As you will realize, our journey through this book is not chronological; we rather adapt an efficient path
which would allow us to grab enough structures from different chapters in order to be
able to study signals (and systems).
Signals (and Systems):
In this course, we are supposed to learn about signals,
and also a little bit about
systems.
But let us quickly review, with loss of precision, what we are really going to study.
We are not aiming to be mathematically precise in our description, so you will need to wait until later in the course
when, hopefully, the next paragraph makes sense to you.
Signals are really just functions,
with some physical meaning. Given this, we quickly realize
that studying them entails learning about appropriate spaces of functions. Well, we haven't defined what
we mean by space of functions,
but given your background in linear algebra
and real analysis,
you might guess, correctly, that what we need to put in place to address these
precisely are appropriate
algebraic
and analytical (well, topological) structures.
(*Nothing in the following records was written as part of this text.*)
class VirtualSweep {
public:
    explicit VirtualSweep(const Setup &setup, std::function<void(VirtualBenchOptions &)> tweak = {}, bool singleMeter = false)
        : plan(planFor(setup)), clock(QDateTime(QDate(2026, 12, 2), QTime(9, 0), Qt::UTC).toMSecsSinceEpoch())
    {
        VirtualBenchOptions options = virtualBenchOptionsFor(setup, plan, 7);
        if (tweak)
            tweak(options);
        bench = std::make_unique<VirtualBench>(options, &clock);
        rig.reset(makeVirtualBenchRig(bench.get(), singleMeter));
        for (ScpiInstrument *instrument : rig->instruments())
            instrument->setReconnectIntervalMs(50);
        rig->connectAll();
        EXPECT_TRUE(waitUntil([this] { return rig->isReady(); }));
        sweepOptions = sweepOptionsFor(setup, plan);
        sweepOptions.simulated = true;
    }

    SweepController &controller()
    {
        if (!m_controller) {
            m_controller = std::make_unique<SweepController>(plan, sweepOptions, rig.get(), &sink, &fit, &clock);
            QObject::connect(m_controller.get(), &SweepController::pointRecorded,
                             [this](const Reading &reading, const LiveFitSnapshot &snapshot) {
                                 // Reported only after the commit: the sink already holds it.
                                 EXPECT_FALSE(sink.readings.empty());
                                 EXPECT_EQ(sink.readings.back().step, reading.step);
                                 EXPECT_GT(reading.id, 0);
                                 recorded.push_back(reading);
                                 snapshots.push_back(snapshot);
                             });
            QObject::connect(m_controller.get(), &SweepController::finished,
                             [this](SweepOutcome o) { outcome = o; });
            QObject::connect(m_controller.get(), &SweepController::stepStarted,
                             [this](int step, const QString &text) { instructions.emplace_back(step, text); });
            QObject::connect(m_controller.get(), &SweepController::notice, [this](const QString &m) { notices << m; });
            QObject::connect(m_controller.get(), &SweepController::linkLost, [this](const QString &) { ++lostCount; });
            QObject::connect(m_controller.get(), &SweepController::linkRestored, [this](const QString &) { ++restoredCount; });
        }
        return *m_controller;
    }

    bool run(int wallTimeoutMs = 10000)
    {
        clock.setAutoAdvance(true);
        controller().start();
        return waitUntil([this] { return outcome.has_value(); }, wallTimeoutMs);
    }

    Plan plan;
    VirtualClock clock;
    std::unique_ptr<VirtualBench> bench;
    std::unique_ptr<InstrumentRig> rig;
    SweepOptions sweepOptions;
    MemorySink sink;
    LineFitLiveFit fit;
    std::vector<Reading> recorded;
    std::vector<LiveFitSnapshot> snapshots;
    std::vector<std::pair<int, QString>> instructions;
    QStringList notices;
    std::optional<SweepOutcome> outcome;
    int lostCount = 0;
    int restoredCount = 0;

private:
    std::unique_ptr<SweepController> m_controller;
};

} // namespace

TEST(SweepController, RecordsEveryStepOfTheVirtualBenchAndFitsItsTransformer)
{
    VirtualSweep sweep(demoSetup(), [](VirtualBenchOptions &o) { o.transformer.thermalResistanceKPerW = 0.0; });
    ASSERT_TRUE(sweep.run());
    EXPECT_EQ(*sweep.outcome, SweepOutcome::Completed);
    ASSERT_EQ(sweep.recorded.size(), sweep.plan.steps.size());
    for (std::size_t i = 0; i < sweep.recorded.size(); ++i) {
        EXPECT_EQ(sweep.recorded[i].step, sweep.plan.steps[i].index);
        EXPECT_TRUE(sweep.recorded[i].flags & flagSimulated);
        EXPECT_FALSE(sweep.recorded[i].flags & flagUnstable);
        // The meters' accuracy is systematic (gain and offset, in the session's setup), not a
        // per-reading random u: a reading from meters states none.
        EXPECT_FALSE(sweep.recorded[i].uVoltageV.has_value());
        EXPECT_FALSE(sweep.recorded[i].rawText.empty());
    }
    // Dwell in simulated time: 5 s per step, so the last point is at least 9 x 5 s after 09:00.
    EXPECT_GE(sweep.recorded.back().timeUtc, std::string("2026-12-02T09:00:45"));
    // The live fit recovers the simulated transformer: V0 and R within a few standard errors
    // plus the meters' fixed gain errors (drawn within a third of 0.5 % and 1 %).
    const LiveFitSnapshot &fit = sweep.snapshots.back();
    ASSERT_TRUE(fit.valid);
    const TransformerParameters &t = sweep.bench->options().transformer;
    EXPECT_NEAR(fit.noLoadVoltageV, t.noLoadVoltageV(), 3 * fit.noLoadVoltageSeV + 0.002 * t.noLoadVoltageV());
    EXPECT_NEAR(fit.seriesResistanceOhm, t.seriesResistanceOhm, 3 * fit.seriesResistanceSeOhm + 0.01 * 19.6 / 3.33);
    // The programmable load is left open after the sweep.
    sweep.rig->load()->setLoad(std::nullopt, nullptr, [](bool, const QString &) {});
    EXPECT_TRUE(waitUntil([&] { return !sweep.bench->load().has_value(); }));
    EXPECT_EQ(sweep.sink.instruments.size(), 3u); // voltmeter, ammeter, load identities
    EXPECT_TRUE(sweep.sink.instruments[0].identity.startsWith(QStringLiteral("Sagline Virtual Bench,")));
}

TEST(SweepController, TellsTheOperatorWhatToSetAndWhatToExpect)
{
    VirtualSweep sweep(demoSetup());
    SweepController &c = sweep.controller();
    // Plan step 1 of the demo: load 46.56 Ω, 19.40 V, 0.4167 A.
    EXPECT_EQ(c.instruction(1), QStringLiteral("set the load to about 46.6 Ω; expect about 19.4 V and 417 mA"));
    EXPECT_EQ(c.instruction(0), QStringLiteral("disconnect the load (open circuit); expect about 19.6 V and 0 mA"));
    EXPECT_EQ(c.instruction(8), QStringLiteral("set the load to about 5.4 Ω; expect about 18 V and 3.33 A"));
}

TEST(SweepController, OneMeterMayServeBothRoles)
{
    VirtualSweep sweep(demoSetup(), {}, true);
    ASSERT_TRUE(sweep.run());
    EXPECT_EQ(*sweep.outcome, SweepOutcome::Completed);
    EXPECT_EQ(sweep.recorded.size(), sweep.plan.steps.size());
    EXPECT_EQ(sweep.sink.instruments[0].roleKeys, QStringLiteral("secondary_voltage,secondary_current"));
}

TEST(SweepController, OutputVaAboveTheLimitStopsAndIsRecorded)
{
    VirtualSweep sweep(demoSetup());
    sweep.sweepOptions.limits.maxOutputVa = 30.0;
    ASSERT_TRUE(sweep.run());
    EXPECT_EQ(*sweep.outcome, SweepOutcome::SafetyStop);
    ASSERT_EQ(sweep.sink.stops.size(), 1u);
    EXPECT_EQ(sweep.sink.stops[0].limit, SafetyLimit::OutputVa);
    EXPECT_GT(sweep.sink.stops[0].measured, 30.0);
    // The reading that tripped is kept, left out of fits, and the load is opened.
    ASSERT_EQ(sweep.sink.exclusions.size(), 1u);
    EXPECT_EQ(sweep.sink.exclusions[0].first, sweep.sink.stopReadingIds[0]);
    EXPECT_EQ(sweep.sink.readings.size(), sweep.recorded.size() + 1);
    EXPECT_TRUE(waitUntil([&] { return !sweep.bench->load().has_value(); }));
    EXPECT_EQ(sweep.controller().state(), SweepState::Stopped);
}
Let us describe this a bit further, in case you do not have any idea about what we mean by
algebraic and topological. One can loosely think of the algebraic structure required here
as an analog of what you have learnt in your linear algebra course as
vector spaces.
Your knowledge of vector spaces will come short, as soon as we
face infinite-dimensional spaces.
We will spend a great deal of time learning about the differences
and similarities of finite- and infinite-dimensional spaces. In
order to perform anything useful with signals, we need to equip
our algebraic structure with an additional structure (topological) which associates a notion of size to our signals,
and allows us to, roughly speaking, measure things. This relates what we are studying to your real analysis course.
After we equipped ourselves with enough structure, we finally start doing some "useful" stuff with signals,
in particular, we learn how to transform them and give a so-called
frequency-domain representations.
We hopefully agree that these transformations are useful.
You could use this paragraph at any point in the course that you ask yourself the question:
what does ... have to do with signals?
Hopefully, at least for most of you, the richness of the structures put in place to study
infinite-dimensional spaces would be the fascinating part of this course.